I’ve been coding since the nightly build of Code Igniter with PHP 5.4, and still, I can remember that large repository of a CRUD web-app I built to enhance my coding skills also for other developers in the world I can share with. Same goes to other language and frameworks I have fiddled with, like Yii, Laravel, Django of Python, Ruby on Rails, and some other I might forget already.

Generally, PHP once gave me the ease because the community has me assured that I’m standing on the giant shoulder of StackOverflow, so whenever I faced a bug, chances are they had it solved long before.
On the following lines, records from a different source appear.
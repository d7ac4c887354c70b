import { json, readJson, withApi } from "@/lib/api";
import { reviewRun } from "@/lib/review";
import { requireActor } from "@/lib/session";
import { reviewActionSchema } from "@/lib/validations/review";

export const runtime = "nodejs";
export const dynamic = "force-dynamic";

/**
 * POST /api/runs/:id/review `{action: "submit"|"sign_off"|"send_back"|"supersede", note?, supersededBy?}`
 * → the new review state and the recorded event. 409 when the run's state doesn't allow the step.
 */
export const POST = withApi(async (req: Request, { params }: { params: Promise<{ id: string }> }) => {
  const actor = await requireActor(req);
  const { id } = await params;
  const body = await readJson(req, reviewActionSchema);
  return json(await reviewRun(actor, id, body));
});
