def fuzz_tallies(n: int, seed: int) -> Stats:
    """Mutated bundled tallies, parsed and applied to their plan."""
    from rigplan.files.formats.planfile import apply_tally, parse_plan
    from rigplan.files.formats.tally import parse_tally
    rng = random.Random(seed)
    text = TALLIES[0].read_text()
    plan_text = (ROOT / "strings" / "cv3-8in-a53b.toml").read_text()
    joints = list(parse_plan(plan_text.replace("tally = ", "# tally = "), "p.toml").plan.joints)
    stats = Stats("tally")
    source = "strings/t.tally.csv"

    def run(bad):
        rows = parse_tally(bad, source)
        apply_tally(joints, rows, source)
        return rows

    for _ in range(n):
        bad = mutate_csv(text, rng)
        attempt(stats, bad, lambda: run(bad), names=(source,), oracle=tally_problems)
    return stats


def fuzz_runlogs(n: int, seed: int) -> Stats:
    """Damaged copies of a sound run log opened read-only (check --as-run) and
    for writing (the app); a file opened only to read is never changed."""
    import hashlib
    from rigplan.files.runlog import RunLog, RunLogWriteError
    rng = random.Random(seed)
    work = scratch_dir("fuzz-log-")
    base = work / "base.rigrun.sqlite"
    good_log(base)
    data = base.read_bytes()
    sql_variants = []
    for k, script in enumerate(SQL_DAMAGE):
        p = work / f"sql{k}.rigrun.sqlite"
        shutil.copy(base, p)
        _apply_sql(p, script)
        sql_variants.append(p.read_bytes())
    stats = Stats("run log")
    target = work / "t.rigrun.sqlite"
    for i in range(n):
        for sfx in ("-wal", "-shm"):
            Path(str(target) + sfx).unlink(missing_ok=True)
        r = rng.random()
        if r < 0.25:
            bad = rng.choice(sql_variants)
            if rng.random() < 0.3:
                bad = mutate_log_bytes(bad, rng)
        elif r < 0.30:
            bad = data
        else:
            bad = mutate_log_bytes(data, rng)
        target.write_bytes(bad)
        digest = hashlib.sha256(bad).digest()
        readonly = rng.random() < 0.6

        def run():
            with RunLog(target, snapshot=readonly) as rl:
                state = rl.state()
                if not readonly:
                    try:
                        rl.record_run(f"X{i}", 6.0)
                    except RunLogWriteError as exc:
                        raise InputError(str(target), str(exc)) from None
                return state

        def oracle(state, readonly=readonly, digest=digest):
            out = state_problems(state)
            if readonly and hashlib.sha256(target.read_bytes()).digest() != digest:
                out.append("a run log opened read-only was changed")
            return out

        res = attempt(stats, f"{'ro' if readonly else 'rw'} {len(bad)} bytes sha {digest.hex()[:12]}",
                      run, names=(str(target),), oracle=oracle)
        if res is None and target.exists() and hashlib.sha256(target.read_bytes()).digest() != digest:
            stats.silent += 1
            stats.note("damaged log changed", f"{len(bad)} bytes", "a refused run log was changed")
    shutil.rmtree(work, ignore_errors=True)
    return stats


KINDS = ("length", "diameter", "density", "pressure", "stress", "force", "linear_weight",
         "mass_per_length", "volume", "dimensionless")


def fuzz_quantities(n: int, seed: int) -> Stats:
    from rigplan.files import units
    rng = random.Random(seed)
    stats = Stats("quantity text")

    def oracle(v):
        return [] if isinstance(v, float) and math.isfinite(v) else [f"result {v!r}"]

    for _ in range(n):
        text = quantity_text(rng) if rng.random() < 0.85 else rng.choice(
            (rng.randrange(-10 ** 6, 10 ** 6), 10 ** rng.randrange(300, 500), rng.random() * 1e308,
             float("nan"), True, None, [1], "x" * rng.randrange(150, 300)))
        kind = rng.choice(KINDS)
        system = rng.choice(units.SYSTEMS)
        if rng.random() < 0.3:          # a well-formed number in the kind's own unit
            text = f"{rng.choice(NUMBERS[:12])} {units.default_units(system)[kind]}".strip()
        default = rng.choice((None, units.default_units(system)[kind] or None, "ft", "furlong"))
        attempt(stats, f"{text!r} {kind} {default}",
                lambda: units.parse(text, kind, default, "q"), names=("q",), oracle=oracle)
    return stats


LABELS = ["J1", "J5", "J22", "J23", "J999", "", " ", "x" * 300, "J\n2", "\x1b[2J"]
SETTING_TEXTS = ["none", "float shoe", "collar 3", "collar J4", "collar 0", "collar 99",
                 "collar " + "9" * 40, "collar J", "unrated", "open", "shoe", "1.2", "0.5",
                 "1e308", "11", "10", "-1", "nan", "inf"]


def fuzz_prompts(n: int, seed: int) -> Stats:
    """The app's prompt validators (rigplan.tui.session) on a copy of a
    bundled job: joint edits, job settings, the weight band, change rig and
    import tally, with texts of trouble and names of files good and bad."""
    from rigplan.tui.session import EDITABLE_FIELDS, JOB_SETTINGS, JobSession
    from rigplan.engine import materials
    rng = random.Random(seed)
    work = scratch_dir("fuzz-prompt-")
    copy_demo(work)
    plan = work / "cv3-8in-a53b.toml"
    session = JobSession(plan, work / "th30.toml")
    rig_files = []
    for k in range(12):
        p = work / f"rig{k}.toml"
        p.write_text(mutate_toml(rng.choice(RIGS).read_text(), rng))
        rig_files.append(str(p))
    tally_text = TALLIES[0].read_text()
    long_name = str(work / ("r" * 300 + ".toml"))
    stats = Stats("app prompts")
    fields = list(EDITABLE_FIELDS)
    settings = list(JOB_SETTINGS)
    try:
        for i in range(n):
            r = rng.random()
            if r < 0.45:
                joint = rng.choice(session.base_plan.joints).label if rng.random() < 0.9 \
                    else rng.choice(LABELS)
                fld = rng.choice(fields)
                how, what = EDITABLE_FIELDS[fld]
                if how == "choice":
                    text = rng.choice(list(what) + ["", "bogus", "x" * 300])
                elif how == "material":
                    text = rng.choice(list(materials.known_keys()) + ["", "bogus", "x" * 300])
                elif how == "label":
                    text = rng.choice(LABELS + [f"K{i}"])
                else:
                    text = quantity_text(rng)
                attempt(stats, f"edit {joint}.{fld} = {text!r}",
                        lambda: session.edited_plan(joint, fld, text),
                        names=("joint", str(plan)), oracle=plan_problems)
            elif r < 0.75:
                key = rng.choice([k for k in settings if k != "rig"])   # rig: below
                text = quantity_text(rng) if rng.random() < 0.7 else rng.choice(SETTING_TEXTS)
                attempt(stats, f"setting {key} = {text!r}",
                        lambda: session.edited_setting(key, text),
                        names=("job setting", key, str(plan)), oracle=plan_problems)
            elif r < 0.80:
                text = quantity_text(rng) if rng.random() < 0.8 else rng.choice(
                    ("", "1e300 lbf", "-5", "nan", "50000", "5e7 N", "1e7"))

                def reading_oracle(v):
                    return [] if ranges.RANGES["force"].contains(v) else [f"reading {v!r}"]
                attempt(stats, f"reading {text!r}", lambda: session.reading_value(text),
                        names=("weight reading",), oracle=reading_oracle)
            elif r < 0.85:
                text = rng.choice((quantity_text(rng), f"{rng.uniform(-5, 120):.3g} %",
                                   f"{rng.uniform(-1, 2):.3g}", "nan %", "inf", "1e400 %"))

                def band_oracle(_):
                    ok = (0 < session.band_fraction < 1 and session.band_force == 0) or (
                        session.band_fraction == 0 and ranges.RANGES["force_rating"].contains(
                            session.band_force))
                    return [] if ok else [f"band {session.band_fraction} {session.band_force}"]
                attempt(stats, f"band {text!r}", lambda: session.set_band(text),
                        names=("band",), oracle=band_oracle)
            elif r < 0.93:
                text = rng.choice(rig_files + [long_name, "", "  ", "/", "/dev/null", str(work),
                                               "th30", "mw80", "nosuchrig", "x\x00y",
                                               "a" * 5000])
                attempt(stats, f"change rig {text[:80]!r}", lambda: session.change_rig(text),
                        names=(text.strip(), "rig"), oracle=lambda _: rig_problems(session.rig))
            else:
                name = f"t{i % 7}.csv"
                choice = rng.random()
                if choice < 0.75:
                    (work / name).write_text(mutate_csv(tally_text, rng))
                elif choice < 0.85:
                    (work / name).write_bytes(rng.randbytes(300))
                elif choice < 0.9:
                    (work / name).write_bytes(b"")
                else:
                    name = rng.choice(("missing.csv", "t" * 300 + ".csv", "", ".", "/dev/null"))
                target = work / name

                def imported():
                    session.import_tally(name)
                    return session.base_plan
                attempt(stats, f"import tally {name[:80]!r}", imported,
                        names=(str(target), name, str(work)), oracle=plan_problems)
            if i % 500 == 499:      # start again from the plan file now and then
                session.close()
                session = JobSession(plan, work / "th30.toml")
    finally:
        session.close()
        shutil.rmtree(work, ignore_errors=True)
    return stats


# ---------------------------------------------------------------------------
# the command line


def _digest_folder(folder: Path) -> dict:
    """name -> (inode, size, mtime) of each file: any write or replacement
    of a file changes it."""
    out = {}
    with os.scandir(folder) as it:
        for entry in it:
            if entry.is_file():
                st = entry.stat()
                out[entry.name] = (st.st_ino, st.st_size, st.st_mtime_ns)
    return out


@contextlib.contextmanager
def app_stubbed(demo_folder: Path | None = None):
    """``open`` and the bare command build the app (files read, run log
    opened) but do not run it: no terminal is taken over in a test.  The
    bare command's demo job is the copy in ``demo_folder`` (no run log is
    started beside the bundled files)."""
    import rigplan.files.job as job_module
    import rigplan.tui.app as app_module
    real = app_module.run_app
    real_demo = job_module.demo_paths
    if demo_folder is not None:
        job_module.demo_paths = lambda: (demo_folder / job_module.DEMO_PLAN,
                                         demo_folder / job_module.DEMO_RIG)

    def stub(plan_path, rig_path, path_name=None, units="us", tally=None):
        app = app_module.build_app(plan_path, rig_path, path_name=path_name, units=units,
                                   tally=tally)
        app.session.close()

    app_module.run_app = stub
    try:
        yield
    finally:
        app_module.run_app = real
        job_module.demo_paths = real_demo
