def closure_name(closure, labels=None) -> str:
    """``open shoe``, ``float shoe`` or ``float collar at the top of J5`` (a
    :class:`Closure` or its valve joint).  The one name of each piece of
    float equipment on every screen and in every report: the collar by the
    label of the joint it sits on top of (``labels``: running-order labels;
    without them, ``joint N`` in running order)."""
    m = closure.valve_joint if isinstance(closure, Closure) else closure
    if m is None:
        return "open shoe"
    if m == 0:
        return "float shoe"
    return f"float collar at the top of {_joint(m, _label_at(labels, m))}"


def _label_at(labels, step):
    if labels is not None and 1 <= step <= len(labels):
        return str(labels[step - 1])
    return None


def joint_name(lp, step: int) -> str:
    """A joint by its label (``J23``) for a 1-based running step: the same
    name on every screen, whatever was set aside before it."""
    return _joint(step, _label_at(lp.joints.label, step))


def _joint(j, label) -> str:
    """A joint's one name: its label, ``joint N`` (running order) without one."""
    return str(label) if label else f"joint {j}"


def limit_place(limit: Limit) -> str:
    """Where a limit is reached, in words."""
    if limit.name == LimitName.HOLE_DEPTH:
        return "the shoe when landed"
    if limit.name == LimitName.STAGE1_HOISTING:
        return f"stage 1 (joints 1-{limit.joint}) at the floor"
    if limit.name in (LimitName.LOWERING_HOISTING, LimitName.LANDING_STRING):
        return f"stage 1 (joints 1-{limit.joint}) on the landing string"
    if limit.name == LimitName.STAGE2_HOISTING:
        return f"stage 2 (from joint {limit.joint + 1}) at the floor"
    if limit.step is not None:
        if limit.first_step is not None and limit.first_step != limit.step:
            first = limit.first_label or f"step {limit.first_step}"
            return (f"step {limit.step} ({limit.label} at the floor; over its limit from "
                    f"{first}, step {limit.first_step})")
        return f"step {limit.step} ({limit.label} at the floor)"
    if limit.joint is not None:
        return _joint(limit.joint, limit.label)
    return "the string"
I thought that I can do everything with PHP, then I realized that I’ve never been so wrong when my challenges came from client upped and found no proper solutions for them.

So I took a backstep and found some other communities offer a wide range of choices on either language or frameworks of web development. the first hand which grabbed me out of PHP language was Python. a rather peculiar language that forces me to code tidily, and after fiddled with Django and create a rather simple CRUD, I gave up for a significant amount of lines of codes I had to write was more than I’d need than my old good framework.

A month later I gave Ruby Language a try along with Rails framework, turned out that it’s not quite up to my liking, and surely I need to cope with several javascript libraries managed with npm. Thanks to Ruby which introduced me to npm and Node JS, I dive into the Node website and found out that JS is runnable on the server side.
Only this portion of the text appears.